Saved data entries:
____

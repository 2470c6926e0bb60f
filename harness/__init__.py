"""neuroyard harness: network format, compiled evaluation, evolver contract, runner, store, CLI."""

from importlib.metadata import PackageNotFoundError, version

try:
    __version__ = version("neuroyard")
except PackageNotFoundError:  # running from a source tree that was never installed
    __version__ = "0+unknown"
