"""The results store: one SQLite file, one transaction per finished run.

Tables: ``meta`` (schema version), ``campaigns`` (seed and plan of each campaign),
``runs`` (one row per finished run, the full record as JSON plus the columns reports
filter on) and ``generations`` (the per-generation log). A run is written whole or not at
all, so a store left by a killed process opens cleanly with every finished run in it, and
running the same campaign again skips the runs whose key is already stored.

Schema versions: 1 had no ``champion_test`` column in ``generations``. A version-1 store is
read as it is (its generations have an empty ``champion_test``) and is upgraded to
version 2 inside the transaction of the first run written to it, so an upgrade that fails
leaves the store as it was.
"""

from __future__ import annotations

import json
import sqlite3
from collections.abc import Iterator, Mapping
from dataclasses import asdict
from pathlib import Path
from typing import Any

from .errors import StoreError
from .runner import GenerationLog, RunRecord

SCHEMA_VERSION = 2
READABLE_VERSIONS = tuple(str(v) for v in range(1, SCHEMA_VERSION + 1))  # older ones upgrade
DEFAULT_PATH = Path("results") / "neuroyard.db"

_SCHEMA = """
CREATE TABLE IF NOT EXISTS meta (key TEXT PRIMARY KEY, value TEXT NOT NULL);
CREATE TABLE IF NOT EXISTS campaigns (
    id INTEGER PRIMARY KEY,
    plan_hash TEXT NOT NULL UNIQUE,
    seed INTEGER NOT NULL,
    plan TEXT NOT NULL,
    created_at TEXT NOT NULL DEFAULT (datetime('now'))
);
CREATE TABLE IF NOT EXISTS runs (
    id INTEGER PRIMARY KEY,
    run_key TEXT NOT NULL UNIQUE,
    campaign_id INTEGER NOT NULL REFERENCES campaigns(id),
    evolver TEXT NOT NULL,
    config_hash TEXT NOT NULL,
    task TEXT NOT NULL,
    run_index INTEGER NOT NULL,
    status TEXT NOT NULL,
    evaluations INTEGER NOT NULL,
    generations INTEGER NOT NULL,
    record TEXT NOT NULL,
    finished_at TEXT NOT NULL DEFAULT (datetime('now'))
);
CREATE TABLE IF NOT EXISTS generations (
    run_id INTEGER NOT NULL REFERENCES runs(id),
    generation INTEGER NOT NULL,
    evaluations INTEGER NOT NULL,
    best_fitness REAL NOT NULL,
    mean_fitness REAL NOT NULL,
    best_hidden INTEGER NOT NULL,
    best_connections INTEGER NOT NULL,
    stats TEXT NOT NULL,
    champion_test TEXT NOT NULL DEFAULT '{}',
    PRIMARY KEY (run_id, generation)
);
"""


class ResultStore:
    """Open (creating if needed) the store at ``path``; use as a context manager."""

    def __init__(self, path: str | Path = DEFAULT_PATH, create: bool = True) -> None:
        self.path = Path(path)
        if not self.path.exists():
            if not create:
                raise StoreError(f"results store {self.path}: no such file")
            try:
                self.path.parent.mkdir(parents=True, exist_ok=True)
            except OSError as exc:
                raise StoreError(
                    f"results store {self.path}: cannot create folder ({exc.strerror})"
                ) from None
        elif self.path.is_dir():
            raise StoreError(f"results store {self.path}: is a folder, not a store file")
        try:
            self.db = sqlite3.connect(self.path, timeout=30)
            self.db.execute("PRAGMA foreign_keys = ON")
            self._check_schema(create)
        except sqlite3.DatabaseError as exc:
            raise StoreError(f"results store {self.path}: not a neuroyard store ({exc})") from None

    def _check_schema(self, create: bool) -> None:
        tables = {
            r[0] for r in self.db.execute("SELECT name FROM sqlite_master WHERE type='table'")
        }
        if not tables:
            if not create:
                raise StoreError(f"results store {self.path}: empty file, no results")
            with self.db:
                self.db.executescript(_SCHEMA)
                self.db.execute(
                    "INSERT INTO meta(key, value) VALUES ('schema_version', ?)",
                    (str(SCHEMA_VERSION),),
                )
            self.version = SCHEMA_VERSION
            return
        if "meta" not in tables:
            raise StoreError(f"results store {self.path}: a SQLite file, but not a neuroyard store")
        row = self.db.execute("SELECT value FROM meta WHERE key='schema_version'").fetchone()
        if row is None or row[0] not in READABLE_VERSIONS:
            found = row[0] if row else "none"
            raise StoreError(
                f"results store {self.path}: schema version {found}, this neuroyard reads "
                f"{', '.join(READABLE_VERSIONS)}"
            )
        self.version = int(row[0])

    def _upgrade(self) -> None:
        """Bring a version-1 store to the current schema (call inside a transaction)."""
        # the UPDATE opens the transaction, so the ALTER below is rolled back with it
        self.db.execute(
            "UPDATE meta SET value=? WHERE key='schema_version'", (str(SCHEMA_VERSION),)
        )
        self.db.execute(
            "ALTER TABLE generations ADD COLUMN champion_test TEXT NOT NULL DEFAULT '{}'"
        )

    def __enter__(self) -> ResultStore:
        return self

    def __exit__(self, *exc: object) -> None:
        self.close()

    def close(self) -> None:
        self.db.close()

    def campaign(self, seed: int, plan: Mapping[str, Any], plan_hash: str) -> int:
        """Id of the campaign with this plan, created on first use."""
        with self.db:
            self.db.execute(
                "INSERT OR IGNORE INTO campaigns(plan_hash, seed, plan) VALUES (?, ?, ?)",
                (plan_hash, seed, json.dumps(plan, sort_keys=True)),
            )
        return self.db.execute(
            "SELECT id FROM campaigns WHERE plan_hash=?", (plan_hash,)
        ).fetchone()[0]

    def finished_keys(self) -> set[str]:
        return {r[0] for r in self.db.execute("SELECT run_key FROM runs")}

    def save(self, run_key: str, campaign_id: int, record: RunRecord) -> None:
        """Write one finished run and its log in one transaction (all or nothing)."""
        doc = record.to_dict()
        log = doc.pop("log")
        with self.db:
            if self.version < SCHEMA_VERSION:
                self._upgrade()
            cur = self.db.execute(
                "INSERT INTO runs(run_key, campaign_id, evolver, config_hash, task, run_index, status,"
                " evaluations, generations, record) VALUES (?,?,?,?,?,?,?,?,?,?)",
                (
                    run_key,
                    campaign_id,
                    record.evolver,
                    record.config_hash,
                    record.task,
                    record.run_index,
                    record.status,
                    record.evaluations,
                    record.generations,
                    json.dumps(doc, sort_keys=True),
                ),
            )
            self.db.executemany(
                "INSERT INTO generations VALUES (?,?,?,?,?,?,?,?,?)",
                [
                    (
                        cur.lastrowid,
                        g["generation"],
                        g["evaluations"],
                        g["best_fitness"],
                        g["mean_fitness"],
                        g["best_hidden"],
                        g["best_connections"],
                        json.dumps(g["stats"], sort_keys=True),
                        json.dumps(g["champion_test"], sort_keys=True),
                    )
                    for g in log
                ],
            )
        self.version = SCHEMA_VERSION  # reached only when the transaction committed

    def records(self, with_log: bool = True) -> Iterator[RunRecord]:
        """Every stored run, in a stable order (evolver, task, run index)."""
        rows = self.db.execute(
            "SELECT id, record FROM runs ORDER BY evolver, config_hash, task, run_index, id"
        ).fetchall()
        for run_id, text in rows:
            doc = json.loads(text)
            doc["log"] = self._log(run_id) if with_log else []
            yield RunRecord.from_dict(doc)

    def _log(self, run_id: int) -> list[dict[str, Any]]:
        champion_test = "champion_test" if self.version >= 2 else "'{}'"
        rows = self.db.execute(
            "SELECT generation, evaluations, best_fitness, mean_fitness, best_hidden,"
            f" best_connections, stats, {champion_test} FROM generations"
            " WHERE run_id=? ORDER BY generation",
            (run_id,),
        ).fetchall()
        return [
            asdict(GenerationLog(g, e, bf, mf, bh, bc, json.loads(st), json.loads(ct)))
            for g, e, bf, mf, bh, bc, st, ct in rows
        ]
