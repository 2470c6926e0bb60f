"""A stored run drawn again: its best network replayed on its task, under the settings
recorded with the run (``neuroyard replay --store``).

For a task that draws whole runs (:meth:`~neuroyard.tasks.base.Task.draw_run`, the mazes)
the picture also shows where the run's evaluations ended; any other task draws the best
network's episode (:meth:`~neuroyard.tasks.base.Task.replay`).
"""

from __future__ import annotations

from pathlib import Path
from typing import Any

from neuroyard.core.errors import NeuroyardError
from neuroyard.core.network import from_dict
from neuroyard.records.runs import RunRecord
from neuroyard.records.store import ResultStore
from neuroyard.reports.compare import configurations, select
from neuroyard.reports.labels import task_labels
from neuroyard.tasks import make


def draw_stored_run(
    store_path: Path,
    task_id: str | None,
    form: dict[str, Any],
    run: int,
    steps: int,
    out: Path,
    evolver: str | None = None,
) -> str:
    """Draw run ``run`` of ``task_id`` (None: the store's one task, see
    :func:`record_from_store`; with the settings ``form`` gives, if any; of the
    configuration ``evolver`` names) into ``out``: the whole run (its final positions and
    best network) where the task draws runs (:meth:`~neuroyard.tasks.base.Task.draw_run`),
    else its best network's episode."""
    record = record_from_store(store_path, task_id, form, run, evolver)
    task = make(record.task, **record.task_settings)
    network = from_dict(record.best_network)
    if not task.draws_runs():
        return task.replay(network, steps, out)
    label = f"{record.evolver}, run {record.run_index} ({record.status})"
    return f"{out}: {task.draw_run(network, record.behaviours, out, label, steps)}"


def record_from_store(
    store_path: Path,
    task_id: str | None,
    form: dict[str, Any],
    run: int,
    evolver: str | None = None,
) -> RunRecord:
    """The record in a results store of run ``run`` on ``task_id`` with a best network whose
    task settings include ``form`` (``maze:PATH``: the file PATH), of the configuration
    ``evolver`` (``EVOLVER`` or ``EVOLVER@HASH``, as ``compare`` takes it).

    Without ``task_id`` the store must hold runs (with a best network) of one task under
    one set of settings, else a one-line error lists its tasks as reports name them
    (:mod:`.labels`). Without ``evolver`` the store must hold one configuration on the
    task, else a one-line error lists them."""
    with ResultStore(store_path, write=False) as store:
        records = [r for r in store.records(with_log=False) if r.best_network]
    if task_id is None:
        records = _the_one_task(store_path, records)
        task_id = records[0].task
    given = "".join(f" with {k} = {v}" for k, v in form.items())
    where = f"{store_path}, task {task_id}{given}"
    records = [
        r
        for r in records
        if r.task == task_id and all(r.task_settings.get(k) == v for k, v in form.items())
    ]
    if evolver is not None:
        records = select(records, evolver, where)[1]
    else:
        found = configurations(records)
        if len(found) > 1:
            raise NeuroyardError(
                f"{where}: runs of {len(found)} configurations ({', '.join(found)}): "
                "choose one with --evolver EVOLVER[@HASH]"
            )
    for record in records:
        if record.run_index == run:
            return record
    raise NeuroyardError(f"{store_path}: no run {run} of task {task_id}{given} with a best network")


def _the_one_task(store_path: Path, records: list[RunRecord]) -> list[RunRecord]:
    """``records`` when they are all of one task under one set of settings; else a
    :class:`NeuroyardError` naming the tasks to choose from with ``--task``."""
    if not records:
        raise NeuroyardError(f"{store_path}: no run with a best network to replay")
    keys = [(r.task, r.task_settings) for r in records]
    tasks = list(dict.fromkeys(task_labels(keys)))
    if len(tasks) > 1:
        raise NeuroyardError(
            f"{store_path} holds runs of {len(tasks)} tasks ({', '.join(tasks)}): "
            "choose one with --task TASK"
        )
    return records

____

> **WORK INSTRUCTIONS**
Set down exactly the lines of the data above, beginning with the line that has "this neuroyard reads" and ending with the line that has "def finished_keys(self) ->", and no others.

> **RESPONSE TO THE TASK**
                f"results store {self.path}: schema version {found}, this neuroyard reads "
                f"{', '.join(READABLE_VERSIONS)}"
            )
        self.version = int(row[0])

    def _upgrade(self) -> None:
        """Bring a version-1 store to the current schema (call inside a transaction)."""
        # the UPDATE opens the transaction, so the ALTER below is rolled back with it
        self.db.execute(
            "UPDATE meta SET value=? WHERE key='schema_version'", (str(SCHEMA_VERSION),)
        )
        self.db.execute(
            "ALTER TABLE generations ADD COLUMN champion_test TEXT NOT NULL DEFAULT '{}'"
        )

    def __enter__(self) -> ResultStore:
        return self

    def __exit__(self, *exc: object) -> None:
        self.close()

    def close(self) -> None:
        self.db.close()

    def campaign(self, seed: int, plan: Mapping[str, Any], plan_hash: str) -> int:
        """Id of the campaign with this plan, created on first use."""
        with self.db:
            self.db.execute(
                "INSERT OR IGNORE INTO campaigns(plan_hash, seed, plan) VALUES (?, ?, ?)",
                (plan_hash, seed, json.dumps(plan, sort_keys=True)),
            )
        return self.db.execute(
            "SELECT id FROM campaigns WHERE plan_hash=?", (plan_hash,)
        ).fetchone()[0]

    def finished_keys(self) -> set[str]:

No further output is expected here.